[Start of Attachment]

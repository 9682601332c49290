import { describe, expect, it } from 'vitest';
import { answerInBrief, methodTitle } from './answer-in-brief';

const plain = (text: string | undefined) => text?.replace(/[\u00a0\u202f]/g, ' ');

describe('answerInBrief', () => {
	it('writes the method’s first answer with its standard uncertainty', () => {
		const outputs = {
			subsolarTemperature: { value: 311.16, unit: 'K', standardUncertainty: 0.94 },
			sunlitMeanTemperature: { value: 248.96, unit: 'K', standardUncertainty: 0.8 }
		};
		const run = { method: 'sunlit-equilibrium', outputs, compared: null };
		expect(plain(answerInBrief({ ...run, scale: 'degC' }))).toBe('−24.2 °C ± 0.8 K');
		expect(plain(answerInBrief({ ...run, scale: 'K' }))).toBe('249.0 ± 0.8 K');
		expect(plain(answerInBrief({ ...run, compared: 'subsolarTemperature', scale: 'K' }))).toBe(
			'311.2 ± 0.9 K'
		);
	});

	it('names a number that has no unit, and writes no uncertainty where none was propagated', () => {
		const outputs = { solarReflectanceIndex: { value: 36.02, unit: '' } };
		const run = { method: 'solar-reflectance-index', outputs, compared: null, scale: null };
		expect(answerInBrief(run)).toMatch(/^SRI 36(\.0\d?)?$/);
	});

	it('says nothing of a method or an output that it does not know', () => {
		expect(answerInBrief({ method: 'unknown', outputs: {}, compared: null, scale: null })).toBeUndefined();
		expect(
			answerInBrief({ method: 'sunlit-equilibrium', outputs: {}, compared: null, scale: 'K' })
		).toBeUndefined();
		expect(methodTitle('unknown')).toBe('unknown');
	});
});
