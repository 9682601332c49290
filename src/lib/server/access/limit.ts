import { createHash } from 'node:crypto';
import { isIPv6 } from 'node:net';
import { and, eq, gt, lt, sql } from 'drizzle-orm';
import { database, type Database } from '../db';
import { rateWindows } from '../db/schema';
import { TooManyRequestsError } from './errors';

/*
 * Fixed windows in the database, so that every web process counts together. Never call these inside a transaction:
 * a try that is rolled back would not have been counted.
 */

/** Keys may hold addresses of people; only their digest is stored. */
function stored(key: string): string {
	return createHash('sha256').update(key).digest('base64url');
}

/**
 * Counts one try under `key` and refuses it when the window already holds `max` of them.
 * Counting comes before the work, so tries sent in parallel cannot slip through together.
 * @param seconds length of the window
 * @throws TooManyRequestsError with the seconds until the window ends
 */
export async function limit(
	key: string,
	max: number,
	seconds: number,
	db: Database = database()
): Promise<void> {
	const start = sql`to_timestamp(floor(extract(epoch from now()) / ${seconds}) * ${seconds})`;
	const [row] = await db
		.insert(rateWindows)
		.values({ key: stored(key), windowStart: start, count: 1 })
		.onConflictDoUpdate({
			target: [rateWindows.key, rateWindows.windowStart],
			set: { count: sql`${rateWindows.count} + 1` }
		})
		.returning({
			count: rateWindows.count,
			left: sql<number>`ceil(${seconds} - extract(epoch from now() - ${rateWindows.windowStart}))::int`
		});
	if (row !== undefined && row.count > max) throw new TooManyRequestsError(Math.max(1, row.left));
}

/** Takes one counted try back: it turned out to be a rightful one. */
export async function giveBack(key: string, db: Database = database()): Promise<void> {
	const newest = db
		.select({ start: sql`max(${rateWindows.windowStart})` })
		.from(rateWindows)
		.where(eq(rateWindows.key, stored(key)));
	await db
		.update(rateWindows)
		.set({ count: sql`${rateWindows.count} - 1` })
		.where(
			and(eq(rateWindows.key, stored(key)), eq(rateWindows.windowStart, newest), gt(rateWindows.count, 0))
		);
}

/** Forgets every try under `key`. */
export async function forgive(key: string, db: Database = database()): Promise<void> {
	await db.delete(rateWindows).where(eq(rateWindows.key, stored(key)));
}

/** Drops windows that ended long ago; a housekeeping job calls it. */
export async function dropOldWindows(db: Database = database()): Promise<void> {
	await db.delete(rateWindows).where(lt(rateWindows.windowStart, sql`now() - interval '2 days'`));
}

/**
 * The part of a network address that counts as one source: an IPv4 address, or the /64 of an IPv6 one
 * (its holder chooses the rest freely).
 */
export function sourceOf(address: string): string {
	const plain = address.replace(/^::ffff:(?=\d+\.\d+\.\d+\.\d+$)/i, '').replace(/%.*$/, '');
	if (!isIPv6(plain)) return plain;
	const [head = '', tail] = plain.split('::');
	const left = head === '' ? [] : head.split(':');
	const right = tail === undefined || tail === '' ? [] : tail.split(':');
	const zeros = tail === undefined ? [] : Array<string>(8 - left.length - right.length).fill('0');
	const groups = [...left, ...zeros, ...right].slice(0, 4);
	return `${groups.map((group) => parseInt(group, 16).toString(16)).join(':')}::/64`;
}
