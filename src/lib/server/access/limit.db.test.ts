import { afterAll, beforeAll, describe, expect, it } from 'vitest';
import type { Database } from '../db';
import { rateWindows } from '../db/schema';
import { testDatabase } from '../testing/db';
import { TooManyRequestsError } from './errors';
import { forgive, giveBack, limit } from './limit';

let db: Database;
let drop: () => Promise<void>;

beforeAll(async () => {
	({ db, drop } = await testDatabase());
});
afterAll(() => drop());

/* Windows are a year long here, so that no test straddles two of them. */
const year = 31_536_000;

describe('limit', () => {
	it('lets exactly the allowed number of parallel tries through', async () => {
		const tries = await Promise.allSettled(Array.from({ length: 50 }, () => limit('parallel', 7, year, db)));
		expect(tries.filter((one) => one.status === 'fulfilled')).toHaveLength(7);
		for (const one of tries) {
			if (one.status === 'rejected') expect(one.reason).toBeInstanceOf(TooManyRequestsError);
		}
	});

	it('says when to come back, and counts keys apart', async () => {
		await limit('a', 1, year, db);
		await limit('b', 1, year, db);
		const refused: unknown = await limit('a', 1, year, db).catch((cause: unknown) => cause);
		expect(refused).toBeInstanceOf(TooManyRequestsError);
		if (refused instanceof TooManyRequestsError) {
			expect(refused.retryAfter).toBeGreaterThan(0);
			expect(refused.retryAfter).toBeLessThanOrEqual(year);
		}
	});

	it('gives a try back and forgives all', async () => {
		await limit('c', 1, year, db);
		await giveBack('c', db);
		await limit('c', 1, year, db);
		await expect(limit('c', 1, year, db)).rejects.toThrow(TooManyRequestsError);
		await forgive('c', db);
		await limit('c', 1, year, db);
	});

	it('starts anew in the next window', async () => {
		await limit('d', 1, 1, db);
		await new Promise((resolve) => setTimeout(resolve, 1100));
		await limit('d', 1, 1, db);
	});

	it('keeps no address in the database', async () => {
		await limit('sign-in:somebody@test.example', 1, year, db);
		const rows = await db.select().from(rateWindows);
		expect(rows.length).toBeGreaterThan(0);
		expect(JSON.stringify(rows)).not.toContain('somebody');
	});
});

[End of Attachment]

:: Work required ::
An exact copy of the data is needed.

:: Exercise response ::
repository 9682601332c49290
import { describe, expect, it } from 'vitest';
import { answerInBrief, methodTitle } from './answer-in-brief';

const plain = (text: string | undefined) => text?.replace(/[\u00a0\u202f]/g, ' ');

describe('answerInBrief', () => {
	it('writes the method’s first answer with its standard uncertainty', () => {
		const outputs = {
			subsolarTemperature: { value: 311.16, unit: 'K', standardUncertainty: 0.94 },
			sunlitMeanTemperature: { value: 248.96, unit: 'K', standardUncertainty: 0.8 }
		};
		const run = { method: 'sunlit-equilibrium', outputs, compared: null };
		expect(plain(answerInBrief({ ...run, scale: 'degC' }))).toBe('−24.2 °C ± 0.8 K');
		expect(plain(answerInBrief({ ...run, scale: 'K' }))).toBe('249.0 ± 0.8 K');
		expect(plain(answerInBrief({ ...run, compared: 'subsolarTemperature', scale: 'K' }))).toBe(
			'311.2 ± 0.9 K'
		);
	});

	it('names a number that has no unit, and writes no uncertainty where none was propagated', () => {
		const outputs = { solarReflectanceIndex: { value: 36.02, unit: '' } };
		const run = { method: 'solar-reflectance-index', outputs, compared: null, scale: null };
		expect(answerInBrief(run)).toMatch(/^SRI 36(\.0\d?)?$/);
	});

	it('says nothing of a method or an output that it does not know', () => {
		expect(answerInBrief({ method: 'unknown', outputs: {}, compared: null, scale: null })).toBeUndefined();
		expect(
			answerInBrief({ method: 'sunlit-equilibrium', outputs: {}, compared: null, scale: 'K' })
		).toBeUndefined();
		expect(methodTitle('unknown')).toBe('unknown');
	});
});
repository 9682601332c49290
filename src/lib/server/access/limit.ts
import { createHash } from 'node:crypto';
import { isIPv6 } from 'node:net';
import { and, eq, gt, lt, sql } from 'drizzle-orm';
import { database, type Database } from '../db';
import { rateWindows } from '../db/schema';
import { TooManyRequestsError } from './errors';

/*
 * Fixed windows in the database, so that every web process counts together. Never call these inside a transaction:
 * a try that is rolled back would not have been counted.
 */

/** Keys may hold addresses of people; only their digest is stored. */
function stored(key: string): string {
	return createHash('sha256').update(key).digest('base64url');
}

/**
 * Counts one try under `key` and refuses it when the window already holds `max` of them.
 * Counting comes before the work, so tries sent in parallel cannot slip through together.
 * @param seconds length of the window
 * @throws TooManyRequestsError with the seconds until the window ends
 */
export async function limit(
	key: string,
	max: number,
	seconds: number,
	db: Database = database()
): Promise<void> {
	const start = sql`to_timestamp(floor(extract(epoch from now()) / ${seconds}) * ${seconds})`;
	const [row] = await db
		.insert(rateWindows)
		.values({ key: stored(key), windowStart: start, count: 1 })
		.onConflictDoUpdate({
			target: [rateWindows.key, rateWindows.windowStart],
			set: { count: sql`${rateWindows.count} + 1` }
		})
		.returning({
			count: rateWindows.count,
			left: sql<number>`ceil(${seconds} - extract(epoch from now() - ${rateWindows.windowStart}))::int`
		});
	if (row !== undefined && row.count > max) throw new TooManyRequestsError(Math.max(1, row.left));
}

/** Takes one counted try back: it turned out to be a rightful one. */
export async function giveBack(key: string, db: Database = database()): Promise<void> {
	const newest = db
		.select({ start: sql`max(${rateWindows.windowStart})` })
		.from(rateWindows)
		.where(eq(rateWindows.key, stored(key)));
	await db
		.update(rateWindows)
		.set({ count: sql`${rateWindows.count} - 1` })
		.where(
			and(eq(rateWindows.key, stored(key)), eq(rateWindows.windowStart, newest), gt(rateWindows.count, 0))
		);
}

/** Forgets every try under `key`. */
export async function forgive(key: string, db: Database = database()): Promise<void> {
	await db.delete(rateWindows).where(eq(rateWindows.key, stored(key)));
}

/** Drops windows that ended long ago; a housekeeping job calls it. */
export async function dropOldWindows(db: Database = database()): Promise<void> {
	await db.delete(rateWindows).where(lt(rateWindows.windowStart, sql`now() - interval '2 days'`));
}

/**
 * The part of a network address that counts as one source: an IPv4 address, or the /64 of an IPv6 one
 * (its holder chooses the rest freely).
 */
export function sourceOf(address: string): string {
	const plain = address.replace(/^::ffff:(?=\d+\.\d+\.\d+\.\d+$)/i, '').replace(/%.*$/, '');
	if (!isIPv6(plain)) return plain;
	const [head = '', tail] = plain.split('::');
	const left = head === '' ? [] : head.split(':');
	const right = tail === undefined || tail === '' ? [] : tail.split(':');
	const zeros = tail === undefined ? [] : Array<string>(8 - left.length - right.length).fill('0');
	const groups = [...left, ...zeros, ...right].slice(0, 4);
	return `${groups.map((group) => parseInt(group, 16).toString(16)).join(':')}::/64`;
}
filename src/lib/server/access/limit.db.test.ts
import { afterAll, beforeAll, describe, expect, it } from 'vitest';
import type { Database } from '../db';
import { rateWindows } from '../db/schema';
import { testDatabase } from '../testing/db';
import { TooManyRequestsError } from './errors';
import { forgive, giveBack, limit } from './limit';

let db: Database;
let drop: () => Promise<void>;

beforeAll(async () => {
	({ db, drop } = await testDatabase());
});
afterAll(() => drop());

/* Windows are a year long here, so that no test straddles two of them. */
const year = 31_536_000;

describe('limit', () => {
	it('lets exactly the allowed number of parallel tries through', async () => {
		const tries = await Promise.allSettled(Array.from({ length: 50 }, () => limit('parallel', 7, year, db)));
		expect(tries.filter((one) => one.status === 'fulfilled')).toHaveLength(7);
		for (const one of tries) {
			if (one.status === 'rejected') expect(one.reason).toBeInstanceOf(TooManyRequestsError);
		}
	});

	it('says when to come back, and counts keys apart', async () => {
		await limit('a', 1, year, db);
		await limit('b', 1, year, db);
		const refused: unknown = await limit('a', 1, year, db).catch((cause: unknown) => cause);
		expect(refused).toBeInstanceOf(TooManyRequestsError);
		if (refused instanceof TooManyRequestsError) {
			expect(refused.retryAfter).toBeGreaterThan(0);
			expect(refused.retryAfter).toBeLessThanOrEqual(year);
		}
	});

	it('gives a try back and forgives all', async () => {
		await limit('c', 1, year, db);
		await giveBack('c', db);
		await limit('c', 1, year, db);
		await expect(limit('c', 1, year, db)).rejects.toThrow(TooManyRequestsError);
		await forgive('c', db);
		await limit('c', 1, year, db);
	});

	it('starts anew in the next window', async () => {
		await limit('d', 1, 1, db);
		await new Promise((resolve) => setTimeout(resolve, 1100));
		await limit('d', 1, 1, db);
	});

	it('keeps no address in the database', async () => {
		await limit('sign-in:somebody@test.example', 1, year, db);
		const rows = await db.select().from(rateWindows);
		expect(rows.length).toBeGreaterThan(0);
		expect(JSON.stringify(rows)).not.toContain('somebody');
	});
});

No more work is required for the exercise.